0x420 Foundation

Machine Learning is concerned with finding regularities within data, and take actions based on those regularities.


Probability Theory

A widely used frequentist estimator is maximum likelihood, in which $w$ is set to the value that maximizes the likelihood function $p(\mathcal{D}|w)$

Decision Theory

The joint probability distribution $p(x, y)$ provides a complete summary of the uncertainty associated with these variables. Determination of $p(x,y)$ from a set of training data is an example of inference and typically a difficult problem.

Generative model

Generative Models are approaches that model the distribution of inputs as well as outputs explicitly or implicitly.

It models one of the following

  • joint the distribution$p(\mathbf{x}, \mathbf{y})$
  • both density function $p(\mathbf{x}|\mathbf{y})$ and prior $p(\mathbf{y})$

It factorizes the joint distribution $p(\mathbf{x}, \mathbf{y})=p(\mathbf{y})p(\mathbf{x}|\mathbf{y})$

The marginalized distribution $p(\mathbf{x})$ can be computed by $\sum_{\mathbf{k}} p(\mathbf{x}, \mathbf{y})$. This should be easy as the target $\mathbf{y}$ is low dimension (e.g: the number of class in classification task)

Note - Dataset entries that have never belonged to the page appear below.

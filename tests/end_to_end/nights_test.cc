// Two invented nights in a row, the second with changes planted, as a user would run them.
#include <gtest/gtest.h>

#include <cmath>
#include <nlohmann/json.hpp>
#include <set>

#include "end_to_end/program.h"

namespace duskgrid::end_to_end {
namespace {

class TwoNights : public testing::Test {
 protected:
  static void SetUpTestSuite() {
    scratch_ = new Scratch;
    for (const bool next : {false, true}) {
      std::vector<std::string> arguments{"--out", night(next)};
      if (next) arguments.emplace_back("--next-night");
      ASSERT_EQ(run(DUSKGRID_MAKE_NIGHT, arguments).status, 0);
      built_ = duskgrid({"build", night(next) + "/night.toml", "--out", out(), "--threads", "1"});
    }
  }
  static void TearDownTestSuite() { delete scratch_; }

  static std::string night(bool next) { return (*scratch_ / (next ? "next" : "first")).string(); }
  static std::string out() { return (*scratch_ / "out").string(); }
  static fs::path first() { return *scratch_ / "out" / "2031-03-14"; }
  static fs::path next() { return *scratch_ / "out" / "2031-03-17"; }
  static nlohmann::json account() { return nlohmann::json::parse(slurp(next() / "run.json")); }

  // A table that went to standard output.
  static std::vector<Row> table(const Ran& ran) {
    const Scratch scratch;
    spill(scratch / "table.csv", ran.out);
    return read_table(scratch / "table.csv");
  }
  static void expect_planted(const std::vector<Row>& changes) {
    const auto planted = read_table(fs::path(night(true)) / "changes.tsv", '\t');
    ASSERT_EQ(planted.size(), 5u);
    for (const auto& plant : planted) {
      bool found = false;
      for (const auto& row : changes)
        found = found || (row.at("underlying") == plant.at("underlying") &&
                          row.at("state") == plant.at("expected") &&
                          row.at("expiry").rfind(plant.at("expiry"), 0) == 0);
      EXPECT_TRUE(found) << plant.at("kind");
    }
  }

  static Scratch* scratch_;
  static Ran built_;
};
Scratch* TwoNights::scratch_ = nullptr;
Ran TwoNights::built_;

TEST_F(TwoNights, SecondIsPublishedAndSaysWithWhichItWasCompared) {
  // One name is refused on either night.
  EXPECT_EQ(built_.status, 4) << built_.err;
  EXPECT_EQ(built_.out, next().string() + "\n");
  EXPECT_EQ(account().at("previous").at("folder"), "2031-03-14");
}

TEST_F(TwoNights, EveryPlantedChangeIsInTheFolder) {
  expect_planted(read_table(next() / "changes.csv"));
}

TEST_F(TwoNights, CompareSaysTheSameAsTheFolder) {
  const auto ran = duskgrid({"compare", first().string(), next().string()});
  EXPECT_EQ(ran.status, 3) << ran.err;
  EXPECT_EQ(ran.out, slurp(next() / "changes.csv"));
  expect_planted(table(ran));
  for (std::size_t at = 0; at < ran.err.size();) {
    const auto end = ran.err.find('\n', at);
    EXPECT_LE(end - at, 80u) << ran.err.substr(at, end - at);
    at = end + 1;
  }
}

TEST_F(TwoNights, LevelShiftIsLevelSkewIsSkewAndBothAreToBeSignedOff) {
  std::set<std::string> to_sign;
  for (const auto& row : read_table(next() / "changes.csv")) {
    if (!row.at("sign_off").empty()) to_sign.insert(row.at("underlying"));
    if (row.at("change").empty() || row.at("tenor") != "") continue;
    const auto number = [&](const char* column) { return std::stod(row.at(column)); };
    // Parts add up to rounding, numbers being printed whole.
    constexpr double kRounding = 1e-13;
    const double own = number("level") + number("skew") + number("curvature") + number("rest");
    EXPECT_NEAR(own, number("move"), kRounding);
    EXPECT_NEAR(own + number("roll_down"), number("change"), kRounding);
    EXPECT_NEAR(own + number("roll_down") + number("forward"), number("change_at_strike"),
                kRounding);
    if (row.at("underlying") == "KELPWK" && row.at("point") == "1") {
      // 4.5 points were planted; quotes are as wide as half a point.
      EXPECT_NEAR(number("level"), 0.045, 0.005);
      EXPECT_EQ(row.at("sign_off"), "tolerance");
    }
    if (row.at("underlying") == "LANTRN" && row.at("point") == "0.9") {
      EXPECT_GT(number("skew"), 3 * std::abs(number("level")));
      EXPECT_GT(number("skew"), 0);
    }
  }
  EXPECT_TRUE(to_sign.count("KELPWK"));
  EXPECT_FALSE(to_sign.count("HALYRD"));
  EXPECT_FALSE(to_sign.count("TRWLR")) << "carried: nothing of its own moved";
}

TEST_F(TwoNights, ExpiredContractsAreNoNews) {
  for (const auto& row : read_table(next() / "changes.csv"))
    if (row.at("state") == "vanished-expiry") {
      EXPECT_EQ(row.at("underlying"), "BRAKSH");
    }
}

TEST_F(TwoNights, GoneNameIsCarriedEverywhereAndItsSurfaceIsProved) {
  const auto record = account().at("underlyings").at("TRWLR");
  EXPECT_EQ(record.at("status"), "carried");
  EXPECT_EQ(record.at("carried_from"), "2031-03-14T16:00:00-05:00");
  EXPECT_EQ(record.at("certified"), true);
  int nodes = 0, forwards = 0;
  for (const auto& row : read_table(next() / "grid.csv"))
    if (row.at("underlying") == "TRWLR") {
      EXPECT_EQ(row.at("support"), "carried");
      ++nodes;
    }
  for (const auto& row : read_table(next() / "forwards.csv"))
    if (row.at("underlying") == "TRWLR") {
      EXPECT_EQ(row.at("source"), "carried");
      ++forwards;
    }
  EXPECT_GT(nodes, 0);
  EXPECT_EQ(forwards, 4);
  EXPECT_EQ(duskgrid({"check", (next() / "surfaces/TRWLR.json").string()}).status, 0);
}

TEST_F(TwoNights, CompareTakesTwoSurfacesToo) {
  const auto path = [](const fs::path& folder, const char* name) {
    return (folder / "surfaces" / (std::string(name) + ".json")).string();
  };
  const auto moved = duskgrid({"compare", path(first(), "KELPWK"), path(next(), "KELPWK")});
  EXPECT_EQ(moved.status, 3) << moved.err;
  EXPECT_FALSE(table(moved).empty());
  const auto quiet =
      duskgrid({"compare", path(first(), "HALYRD"), path(next(), "HALYRD"), "--tolerance", "0.5"});
  EXPECT_EQ(quiet.status, 0) << quiet.err;
}

TEST_F(TwoNights, CompareRefusesWhatItCannotCompare) {
  EXPECT_EQ(duskgrid({"compare", first().string()}).status, 64);
  EXPECT_EQ(duskgrid({"compare", next().string(), first().string()}).status, 64);
  EXPECT_EQ(duskgrid({"compare", first().string(), next().string(), "--tolerance", "-1"}).status,
            64);
  EXPECT_EQ(
      duskgrid({"compare", first().string(), (next() / "surfaces/QNOR.json").string()}).status, 64);
  EXPECT_EQ(duskgrid({"compare", (first() / "surfaces/QNOR.json").string(),
                      (next() / "surfaces/KELPWK.json").string()})
                .status,
            64);
  EXPECT_EQ(duskgrid({"compare", out(), next().string()}).status, 66);
  EXPECT_EQ(
      duskgrid({"compare", (first() / "grid.csv").string(), (next() / "grid.csv").string()}).status,
      65);
  EXPECT_EQ(duskgrid({"compare", (first() / "surfaces/KELPWK.json").string(),
                      (next() / "surfaces/NOBODY.json").string()})
                .status,
            66);
}

TEST_F(TwoNights, HistoryHasALineANightAndExpiry) {
  const auto ran = duskgrid({"history", "KELPWK", "--out", out()});
  EXPECT_EQ(ran.status, 0) << ran.err;
  const auto rows = table(ran);
  ASSERT_EQ(rows.size(), 8u);
  const auto& before = rows[1];
  const auto& now = rows[5];
  EXPECT_EQ(before.at("date"), "2031-03-14");
  EXPECT_EQ(now.at("date"), "2031-03-17");
  EXPECT_EQ(before.at("expiry"), now.at("expiry"));
  EXPECT_NEAR(std::stod(now.at("vol")) - std::stod(before.at("vol")), 0.045, 0.005);
  EXPECT_EQ(duskgrid({"history", "KELPWK", "--out", out(), "--from", "2031-03-15"}).out.size() <
                ran.out.size(),
            true);
}

TEST_F(TwoNights, HistoryAtATenorIsOnTheSurfaces) {
  const auto rows = table(duskgrid({"history", "HALYRD", "--out", out(), "--tenor", "3M,1Y"}));
  ASSERT_EQ(rows.size(), 4u);
  for (const auto& row : rows) {
    const auto folder = row.at("date") == "2031-03-14" ? first() : next();
    const auto value = table(duskgrid({"value", (folder / "surfaces/HALYRD.json").string(),
                                       "--tenor", row.at("tenor"), "--log-moneyness", "0"}));
    ASSERT_EQ(value.size(), 1u);
    // One expiry: outside it both go by the same rule, to the rounding of doubles.
    constexpr double kRounding = 1e-12;
    EXPECT_NEAR(std::stod(row.at("vol")), std::stod(value[0].at("vol")), kRounding);
    EXPECT_EQ(row.at("expiry"), value[0].at("expiry"));
  }
}

TEST_F(TwoNights, HistoryOfARefusedNightHasALineWithoutNumbers) {
  const auto rows = table(duskgrid({"history", "FOGHRN", "--out", out()}));
  ASSERT_EQ(rows.size(), 2u);
  for (const auto& row : rows) {
    EXPECT_EQ(row.at("status"), "refused");
    EXPECT_EQ(row.at("vol"), "");
  }
}

TEST_F(TwoNights, HistoryStatusesAreThoseOfTheManual) {
  const auto status = [](std::vector<std::string> more) {
    more.insert(more.begin(), {"history", "KELPWK", "--out", out()});
    return duskgrid(more).status;
  };
  EXPECT_EQ(status({"--from", "2032-01-01"}), 4);
  EXPECT_EQ(duskgrid({"history", "NOBODY", "--out", out()}).status, 4);
  EXPECT_EQ(status({"--from", "yesterday"}), 64);
  EXPECT_EQ(status({"--from", "2031-03-17", "--to", "2031-03-14"}), 64);
  EXPECT_EQ(status({"--tenor", "soon"}), 64);
  EXPECT_EQ(duskgrid({"history"}).status, 64);
  EXPECT_EQ(duskgrid({"history", "KELPWK", "--out", out() + "/nowhere"}).status, 66);
  const Scratch other;
  spill(other / "history.sqlite", std::string(5000, 'x'));
  EXPECT_EQ(duskgrid({"history", "KELPWK", "--out", (other / ".").string()}).status, 66);
}

}  // namespace
}  // namespace duskgrid::end_to_end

The conditional distribution $p(\mathbf{y}|\mathbf{x})$ can be computed by $\frac{p(\mathbf{x}, \mathbf{y})}{p(\mathbf{x})}$

Discriminative model

It models the conditional probability $p(\mathbf{y}|\mathbf{x})$ directly. The difference between generative and discriminative is that it does not include a model of $p(x)$ that it often contains many highly dependent features that are difficult to model [4]. The model $p(\mathbf{y}|\mathbf{x})$ will ignore any structure (e.g: dependence between $\mathbf{x}$) as it is constant with respect to $\mathbf{y}$

The reject option

We can avoid making decisions on difficult cases where $p(\mathcal{C}_k | x)$ is significantly less than 1. (e.g: avoid making decisions on difficult X-rays images, and leave those cases to experts)


[1] Hastie, Trevor, et al. “The elements of statistical learning: data mining, inference and prediction.” The Mathematical Intelligencer 27.2 (2005): 83-85.

[2] Bishop, Christopher M. Pattern recognition and machine learning. springer, 2006.